# Duck Calls



## ze6464 (Jun 25, 2010)

Other than RNT or Echo which I have both. What are some high end calls that people are getting these days?


----------



## Gordy Weigel (Feb 12, 2003)

ze6464 said:


> Other than RNT or Echo which I have both. What are some high end calls that people are getting these days?


Zink, Gaston, Doc Hull, Ducklander (great prices for very good duck hunting calls), Lares, CCC and about 100 others. good place to hear about and see calls is at http://www.refugeforums.com/refuge/forumdisplay.php?f=8


----------



## JBriggs (Jul 27, 2012)

Lynch mob calls are what I blow. You couldn't get a better call or a better group of people to deal with! My son and I were at a show where they had a booth set up, George Lynch (the owner of the company) spent over a half hour helping my son and I sound more authentic. They may be a little pricey but you get what you pay for when it comes to calls.


----------



## Jay-Bird (Jul 5, 2012)

I have probably had %80 of the calls on todays market, I have had and sold 4 Hobo ICU 2's but kept coming back to one, this year i bought one new in the colors i wanted then scratched it so i couldnt sell it.
TO ME it is bar none the best double reed out there, but thats only MY opinion


----------



## AUGRAD (Jul 1, 2011)

If you get a chance check out Buck Gardners Acrylic calls. The newest is the slampiece. It is the real deal!


----------



## Robin Freeman (Aug 19, 2012)

Echo Calls. I started building my own calls, and the help that i recieved from these guys was outstanding! I'm sure other call makers have the same service, however, i never called anyone else because these guys treated me so well. jmo


----------



## metalone67 (Apr 3, 2009)

My go to call is a C&S i have a custom made call from Tasmanian Black Heart. Mike is a great guy and produces great calls. 
Here's my C&S.


----------



## Chris Atkinson (Jan 3, 2003)

Duck calls are a lot like e-collars or pickup trucks.

Some like blondes, some like brunettes. 

I find that the more skilled you are as a caller, the more you are able to discern what calls you like the best and what fits you the best. I think many callers find that the call they loved as a beginner, turns out to be not so functional and versatile once they master the basics and learn to do some more advanced stuff.

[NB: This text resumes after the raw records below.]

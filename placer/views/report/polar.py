"""Polar plots of the report: readings per sensor, the four-run construction, a residual check.

Data units are the readings' own amplitude (or g·mm nowhere: every plot is
in the unit and measure read), so a point's distance from the centre in the
figure's data is its amplitude.  Angles are drawn as on the rotor face: the
reference mark (0°) at the top, angles growing the way the session counts
them (:mod:`placer.views.sheet.convention`).  Scale rings step by 1, 2,
2.5 or 5 times a power of ten and are labelled with their value.
"""

from __future__ import annotations

import math
from collections.abc import Sequence
from dataclasses import dataclass
from typing import Any

from placer.geometry import angle_of_deg
from placer.views.sheet.convention import page_angle_deg, xy
from placer.views.sheet.glyphs import draw_text
from placer.views.sheet.labels import Room
from placer.views.sheet.typeset import GREY, INK

MARKERS = {"reference": dict(marker="o", ms=7.5, mfc=INK, mec=INK),
           "trial": dict(marker="^", ms=8.0, mfc="white", mec=INK, mew=1.3),
           "check": dict(marker="s", ms=7.0, mfc="white", mec=INK, mew=1.3),
           "predicted": dict(marker="*", ms=12.0, mfc=INK, mec=INK),
           "position": dict(marker="o", ms=6.0, mfc="white", mec=INK, mew=1.2),
           "meeting": dict(marker="*", ms=13.0, mfc=INK, mec=INK)}
"""How each kind of point is marked (black and white)."""

LABEL_PT = 7.5
"""Size of a point's label [pt]."""

SCALE_PT = 6.5
"""Size of the ring and degree figures [pt]."""


@dataclass(frozen=True)
class PolarPoint:
    """A point of a polar plot.

    Parameters
    ----------
    label : str
        Its short label on the plot ("R", "T1", "C1", "P").
    value : complex
        Amplitude and angle [unit read; deg in the session's angle sense].
    kind : str
        A key of :data:`MARKERS`.
    """

    label: str
    value: complex
    kind: str


@dataclass(frozen=True)
class PolarDrawing:
    """Where a polar plot put things, in data units (the amplitude read).

    Parameters
    ----------
    ax : matplotlib.axes.Axes
        The axes drawn into.
    counterclockwise : bool
        Whether angles grow counterclockwise on the page.
    rings : tuple of float
        The scale rings' values [unit read], the outermost last.
    points : dict of str to (float, float)
        Each point's label -> where it was drawn [data units].
    """

    ax: Any
    counterclockwise: bool
    rings: tuple[float, ...]
    points: dict[str, tuple[float, float]]


def nice_rings(largest: float) -> tuple[float, ...]:
    """Scale rings from zero past ``largest``: 3 to 5 rings, a step of 1, 2, 2.5 or 5 × 10^k.

    Parameters
    ----------
    largest : float
        The largest amplitude to show [unit read]; above zero.

    Returns
    -------
    tuple of float
        The rings' values, the outermost at least ``largest``.
    """
    largest = largest if largest > 0 and math.isfinite(largest) else 1.0
    for exponent in range(math.floor(math.log10(largest)) - 2, math.floor(
            math.log10(largest)) + 2):
        for mantissa in (1.0, 2.0, 2.5, 5.0):
            step = mantissa * 10.0 ** exponent
            count = math.ceil(largest / step - 1e-9)
            if 3 <= count <= 5:
                return tuple(round(step * k, 12) for k in range(1, count + 1))
    return (largest,)


def point_xy(value: complex, counterclockwise: bool) -> tuple[float, float]:
    """Where a reading goes on a polar plot [data units].

    Parameters
    ----------
    value : complex
        The reading, its angle in the session's angle sense [unit read].
    counterclockwise : bool
        Whether angles grow counterclockwise on the page.

    Returns
    -------
    (float, float)
        x and y: at distance |value| from the centre, at the page angle of
        its angle (0° at the top).
    """
    return xy(abs(value), page_angle_deg(angle_of_deg(complex(value)), counterclockwise))


def _frame(ax, rings: Sequence[float], ccw: bool, unit: str, room: Room) -> float:
    """Rings, spokes every 30°, degree figures outside; returns the half-width drawn."""
    from matplotlib.patches import Circle

    outer = rings[-1]
    for k, r in enumerate(rings):
        ax.add_patch(Circle((0, 0), r, fill=False, lw=1.0 if k == len(rings) - 1 else 0.5,
                            ec=INK if k == len(rings) - 1 else GREY, zorder=1))
    for deg in range(0, 360, 30):
        a = page_angle_deg(deg, ccw)
        (x0, y0), (x1, y1) = xy(0, a), xy(outer, a)
        ax.plot([x0, x1], [y0, y1], color=GREY, lw=0.4 if deg else 0.9, zorder=1)
        tx, ty = xy(outer * 1.09, a)
        text = f"{deg}°"
        draw_text(ax, tx, ty, text, fontsize=SCALE_PT, ha="center", va="center", color=INK)
        room.take(room.centred(tx, ty, text, SCALE_PT))
    for k, r in enumerate(rings):
        text = f"{r:g}" + (f" {unit}" if k == len(rings) - 1 else "")
        w, h = room.size(text, SCALE_PT)
        x, y = xy(r, page_angle_deg(15.0, ccw))
        box = (x + 0.01 * outer, y - h / 2, x + 0.01 * outer + w, y + h / 2)
        draw_text(ax, box[0], y, text, fontsize=SCALE_PT, ha="left", va="center", color=GREY,
                  bbox=dict(boxstyle="square,pad=0.05", fc="white", ec="none"), zorder=2)
        room.take(box)
    return outer * 1.2


def _label(ax, room: Room, x: float, y: float, text: str, outer: float) -> None:
    """A point's label beside it, where it is free (eight tries, then the first)."""
    w, h = room.size(text, LABEL_PT, bold=True)
    gap = 0.045 * outer
    tries = []
    for dx, dy in ((1, 1), (1, -1), (-1, 1), (-1, -1), (1, 0), (-1, 0), (0, 1), (0, -1)):
        cx = x + dx * (gap + w / 2)
        cy = y + dy * (gap + h / 2)
        tries.append((cx - w / 2, cy - h / 2, cx + w / 2, cy + h / 2))
    for scale in (1.0, 2.0, 3.0):
        for box in tries:
            grown = (x + (box[0] - x) * scale, y + (box[1] - y) * scale,
                     x + (box[0] - x) * scale + w, y + (box[1] - y) * scale + h)
            if room.free(grown, pad=0.01 * outer):
                box = grown
                break
        else:
            continue
        break
    else:
        box = tries[0]
    cx, cy = (box[0] + box[2]) / 2, (box[1] + box[3]) / 2
    if math.hypot(cx - x, cy - y) > 2.5 * gap + max(w, h):
        ax.plot([x, cx], [y, cy], color=GREY, lw=0.5, zorder=2)
    draw_text(ax, cx, cy, text, fontsize=LABEL_PT, weight="bold", ha="center", va="center",
              zorder=6, bbox=dict(boxstyle="square,pad=0.05", fc="white", ec="none"))
    room.take(box)


def _start(ax, largest: float, ccw: bool, width_in: float, unit: str
           ) -> tuple[tuple[float, ...], float, Room]:
    """The scale rings past ``largest``, the half-width drawn and the room, frame drawn."""
    rings = nice_rings(largest * 1.02)
    half = rings[-1] * 1.2
    room = Room(width_in / (2 * half))
    _frame(ax, rings, ccw, unit, room)
    return rings, half, room


def _mark(ax, room: Room, where: dict[str, tuple[float, float]], kinds: dict[str, str],
          outer: float) -> None:
    """Each point with its marker (its line labelled "point X"), then its label beside it."""
    for label, (x, y) in where.items():
        ax.plot([x], [y], linestyle="none", zorder=5, label=f"point {label}",
                **MARKERS[kinds[label]])
        m = 0.03 * outer
        room.take((x - m, y - m, x + m, y + m))
    for label, (x, y) in where.items():
        _label(ax, room, x, y, label, outer)


def _finish(ax, half: float) -> None:
    ax.set_xlim(-half, half)
    ax.set_ylim(-half, half)
    ax.set_aspect("equal")
    ax.axis("off")


def draw_readings(ax, points: Sequence[PolarPoint], counterclockwise: bool, width_in: float,
                  unit: str, effects: Sequence[tuple[str, str]] = ()) -> PolarDrawing:
    """One sensor's readings on a polar plot.

    Parameters
    ----------
    ax : matplotlib.axes.Axes
        A square axes ``width_in`` wide.
    points : sequence of PolarPoint
        The readings of every run and the prediction after the plan.
    counterclockwise : bool
        Whether angles grow counterclockwise on the page.
    width_in : float
        Width of the plot on the page [in].
    unit : str
        The unit and measure read, on the outer ring.
    effects : sequence of (str, str)
        (from, to) labels of points joined by a dashed line: a trial run's
        change from the run it adds to, the plan's from the reading it starts at.

    Returns
    -------
    PolarDrawing
        Rings and where each point went.
    """
    rings, half, room = _start(ax, max([abs(p.value) for p in points] + [1e-12]),
                               counterclockwise, width_in, unit)
    where = {p.label: point_xy(p.value, counterclockwise) for p in points}
    for start, end in effects:
        (x0, y0), (x1, y1) = where[start], where[end]
        ax.plot([x0, x1], [y0, y1], color=INK, lw=0.7, linestyle=(0, (3, 2)), zorder=3)
    _mark(ax, room, where, {p.label: p.kind for p in points}, rings[-1])
    _finish(ax, half)
    return PolarDrawing(ax, counterclockwise, rings, where)


def draw_construction(ax, reference: float, angles_deg: Sequence[float],
                      amplitudes: Sequence[float], meeting: complex, counterclockwise: bool,
                      width_in: float, unit: str) -> PolarDrawing:
    """The four-run construction: the reference circle, the trial marks, their circles.

    Parameters
    ----------
    ax : matplotlib.axes.Axes
        A square axes ``width_in`` wide.
    reference : float
        The reference amplitude O [unit read].
    angles_deg : sequence of float
        The trial weight's angles [deg, session's angle sense].
    amplitudes : sequence of float
        The trial runs' amplitudes [unit read].
    meeting : complex
        Where the circles meet [unit read]: the trial's effect and the correction's angle.
    counterclockwise : bool
        Whether angles grow counterclockwise on the page.
    width_in : float
        Width of the plot on the page [in].
    unit : str
        The unit and measure read.

    Returns
    -------
    PolarDrawing
        Rings and where each mark went ("T1".., the meeting point "P").

    References
    ----------
    [FourRun]: circle of radius O, trial marks on it, circles of radius A_k about them.
    """
    from matplotlib.patches import Circle

    reach = max(reference + a for a in amplitudes)
    rings, half, room = _start(ax, max(reach, abs(meeting)), counterclockwise, width_in, unit)
    ax.add_patch(Circle((0, 0), reference, fill=False, lw=1.6, ec=INK, zorder=3))
    where = {}
    for k, (angle, a) in enumerate(zip(angles_deg, amplitudes), start=1):
        x, y = xy(reference, page_angle_deg(angle, counterclockwise))
        ax.add_patch(Circle((x, y), a, fill=False, lw=0.9, ec=INK, linestyle=(0, (4, 2)),
                            zorder=3))
        where[f"T{k}"] = (x, y)
    where["P"] = point_xy(meeting, counterclockwise)
    ax.annotate("", xy=where["P"], xytext=(0, 0), zorder=4,
                arrowprops=dict(arrowstyle="-|>", color=INK, lw=1.8, shrinkA=0, shrinkB=4))
    room.line((0.0, 0.0), where["P"])
    _mark(ax, room, where, {label: "meeting" if label == "P" else "position"
                            for label in where}, rings[-1])
    _finish(ax, half)
    return PolarDrawing(ax, counterclockwise, rings, where)


def draw_residual(ax, angles_deg: Sequence[float], amplitudes: Sequence[float], centre: complex,
                  radius: float, counterclockwise: bool, width_in: float,
                  unit: str) -> PolarDrawing:
    """A residual check: each reading at its trial angle, and the circle fitted through them.

    Parameters
    ----------
    ax : matplotlib.axes.Axes
        A square axes ``width_in`` wide.
    angles_deg : sequence of float
        The trial angles [deg, session's angle sense].
    amplitudes : sequence of float
        The reading at each [unit read].
    centre : complex
        The fitted circle's centre [unit read].
    radius : float
        Its radius [unit read].
    counterclockwise : bool
        Whether angles grow counterclockwise on the page.
    width_in : float
        Width of the plot on the page [in].
    unit : str
        The unit and measure read.

    Returns
    -------
    PolarDrawing
        Rings and where each reading went ("1".. in order, the centre "c").

    References
    ----------
    [API617] (readings plotted at the trial angles), [Kasa1976] (the circle).
    """
    from matplotlib.patches import Circle

    rings, half, room = _start(ax, max(list(amplitudes) + [abs(centre) + radius]),
                               counterclockwise, width_in, unit)
    c = point_xy(centre, counterclockwise)
    ax.add_patch(Circle(c, radius, fill=False, lw=1.0, ec=INK, linestyle=(0, (4, 2)), zorder=3))
    ax.plot([0, c[0]], [0, c[1]], color=INK, lw=1.4, zorder=4)
    room.line((0.0, 0.0), c)
    where = {str(k): xy(a, page_angle_deg(angle, counterclockwise))
             for k, (angle, a) in enumerate(zip(angles_deg, amplitudes), start=1)}
    ax.plot([c[0]], [c[1]], linestyle="none", marker="+", ms=9, mew=1.5, color=INK, zorder=5,
            label="point c")
    _mark(ax, room, where, dict.fromkeys(where, "position"), rings[-1])
    where["c"] = c
    _finish(ax, half)
    return PolarDrawing(ax, counterclockwise, rings, where)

Duck calls are alot like the perfect pair of athletic shoes. Just because you wear a 10 medium today, does not mean that the "exact same" 10 medium in the same model and color, ordered online or via mail order will fit you the same. There is plenty of variability from unit to unit, even if they are the same model, color etc.

That said: My suggestion is you go to a show, go to a shop, go to a seminar, and pick through what the callmaker brought. Find one that fits you. 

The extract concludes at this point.